Lest we forget the external utilities both exp/imp and expdp/impdp can be used to archive data; the QUERY option to both exp and expdp allows extraction of specific data from a given table so that only the oldest data will be exported. Oracle recommends using a parameter file when using the QUERY option to avoid operating system specific escape characters. Additionally, expdp allows for one query per table and multiple table:query pairs when specified with the schema.table:query format. A sample parameter file is shown below:
TABLES=employees, departments
QUERY=employees:'"WHERE department_id > 10 AND salary > 10000"'
QUERY=departments:'"WHERE department_id > 10"'
NOLOGFILE=y
DIRECTORY=dpump_dir1
DUMPFILE=exp1.dmp
This creates tables with the source names and a limited subset of the source data, which can be imported into a different schema or different database. The imported tables can be renamed with the usual command (in releases 10g and later):
rename employees to employees_arch;
rename departments to departments_arch;
If you’re using a release older than 10g the process is a bit more time consuming, involving creating a new table with the desired name from the imported table then copying any index/constraint definitions to the new table, finally dropping the imported table once you’re certain the ‘renamed’ table has all necessary indexes and constraints in place.

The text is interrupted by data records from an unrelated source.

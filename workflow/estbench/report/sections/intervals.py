"""Section 5, intervals: coverage and width against n, and the zip plot of one scenario;
in the compact layout (many DGM settings) also across the settings of each DGM."""

from __future__ import annotations

from estbench.report import across
from estbench.report import data as report_data
from estbench.report import figures
from estbench.report.figure_queue import FigureQueue
from estbench.report.model import ReportModel
from estbench.report.sections.base import SectionInputs
from estbench.report.stats import (nominal_band)

#: The entry of the page's table of contents.
TITLE = "Intervals"
#: The name the template gives this section's content.
KEY = "intervals"

#: Intervals drawn per estimator in the zip plot.
ZIP_LINES = 200


def _zip_scenario(model: ReportModel) -> dict:
    spec = model.options.get("zip") or {}
    dgm = spec.get("dgm", model.scenarios[0]["dgm"])
    rows = [s for s in model.scenarios if s["dgm"] == dgm]
    n = spec.get("n", min(s["n"] for s in rows))
    return min((s for s in rows if s["n"] == n), key=lambda s: s["position"])


def intervals(model: ReportModel, con, queue: FigureQueue) -> dict:
    level = model.level
    n_sim = int(model.study["replicates_run"])
    band = nominal_band(level, n_sim)
    summary = across.figures_per_sweep(
        model, queue, ({"measure": "coverage", "title": "coverage", "hline": level, "band": band},
                       {"measure": "ci_width", "title": "mean interval width"}),
        f"Coverage of the {level:.0%} intervals and their mean width against the swept parameter. The "
        f"dashed line is the nominal level and the grey band level ± 2·√(level(1−level)/{n_sim}) = "
        f"{band[0]:.3f}–{band[1]:.3f}, where coverage falls in about 95% of studies of this size if it is "
        "exactly nominal.")
    sections = []
    for f in model.shown:
        cov = model.series(f, "coverage")
        if not cov:
            continue
        width = model.series(f, "ci_width", list(cov))
        sections.append({"title": f.title, "slug": f.slug, "figure": queue.add(
            figures.coverage_svg,
            f"Left: the share of {level:.0%} intervals that contain the true value, with ±1 MCSE bars; "
            f"the dashed line is the nominal level and the shaded band level ± 2·√(level(1−level)/"
            f"{n_sim}) = {band[0]:.3f}–{band[1]:.3f}, where coverage falls in about 95% of studies of "
            "this size if it is exactly nominal. Right: mean interval width (log–log). Prefer the narrower "
            "interval only among those that cover.",
            f"Coverage and interval width, {f.title}",
            f"Coverage and mean interval width against n for {f.title}.",
            coverage=cov, width=width, styles=model.styles, level=level, band=band, title=f.title)})
    zip_fig = None
    if sections or summary:
        scen = _zip_scenario(model)
        rows = report_data.zip_sample(con, scen["scenario"], ZIP_LINES)
        panels, ranked_by = [], {}
        for est in model.estimator_names():
            r = [x for x in rows if x["estimator"] == est]
            cov = model.row(scen["scenario"], est, "coverage")
            if not r or cov is None:
                continue
            total = r[0]["total"]
            panels.append({"estimator": est, "centile": [100 * x["rank"] / total for x in r],
                           "low": [x["ci_low"] for x in r], "high": [x["ci_high"] for x in r],
                           "covers": [bool(x["covers"]) for x in r], "truth": r[0]["truth"],
                           "coverage": cov["value"], "coverage_mcse": cov["mcse"] or 0.0})
            ranked_by[est] = "|z| = |estimate − truth|/SE" if r[0]["has_se"] else "distance over half-width"
        if panels:
            family = next(f for f in model.families if scen in f.scenarios)
            title = f"{family.title}, n = {scen['n']}"
            per = max(len(p["centile"]) for p in panels)
            no_se = [e for e, how in ranked_by.items() if not how.startswith("|z|")]
            zip_fig = queue.add(
                figures.zip_svg,
                f"Zip plot for {title}: each horizontal line is one replicate's interval, ranked from the "
                f"bottom by |z| = |estimate − truth|/SE (as a centile); non-covering intervals are in "
                f"colour, covering ones grey. With nominal coverage the coloured lines start at the dashed "
                f"line ({level:.0%}); more colour below it means under-coverage, and coloured lines "
                f"leaning to one side of the true value mean bias. About {per} of the replicates per "
                "estimator are drawn (every k-th rank, chosen in the store)."
                + (f" Without an SE ({', '.join(no_se)}), intervals are ranked by the distance to the truth "
                   "over the interval's half-width on that side, which is ≤ 1 exactly when the interval "
                   "covers." if no_se else ""),
                f"Zip plot, {title}",
                f"Zip plot of interval coverage for {title}, one panel per estimator.",
                panels=panels, styles=model.styles, level=level, title=title)
    return {"families": sections, "across": summary, "zip": zip_fig, "band": band, "n_sim": n_sim}


# ------------------------------------------------------------------ efficiency


def build(inputs: SectionInputs) -> dict:
    return intervals(inputs.model, inputs.con, inputs.queue)
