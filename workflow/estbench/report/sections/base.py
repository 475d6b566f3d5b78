"""What every report section is given to build its part of the page."""

from __future__ import annotations

from dataclasses import dataclass

import duckdb

from estbench.report.figure_queue import FigureQueue
from estbench.report.model import ReportModel


@dataclass(frozen=True)
class SectionInputs:
    """The store's connection (read-only), its small tables, the Monte Carlo checks and
    the queue on which a section puts its figures (drawn after the store is closed)."""

    model: ReportModel
    con: duckdb.DuckDBPyConnection
    queue: FigureQueue
    checks: list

Archiving older data is not a terribly difficult task (at least in an Oracle database) but it does take planning and attention to detail to ensure all of the desired data is properly archived and available for the end users. Maintaining the archived table (or tables) also takes planning as applications may need to be written to directly access the archive and, in the case of multiple archive tables, be ‘smart’ enough to be able to access the newer additions as they arrive. Remember, too, that the specifications for the archiving revolve around local, state, federal (in the U.S.) and possibly international regulations and the archiving scheme must be flexible enough to provide the required ‘window’ of access. It’s also true that archived data may outlast the regulations that established it (unless legal issues preclude maintaining the archive beyond the prescribed date range); in such cases a sound storage strategy is a must and it’s not unusual for archived data to go from Tier II (slower, cheaper disk) storage to Tier I (tape) as long as the data is still accessible as access speed is not a requirement for archived data.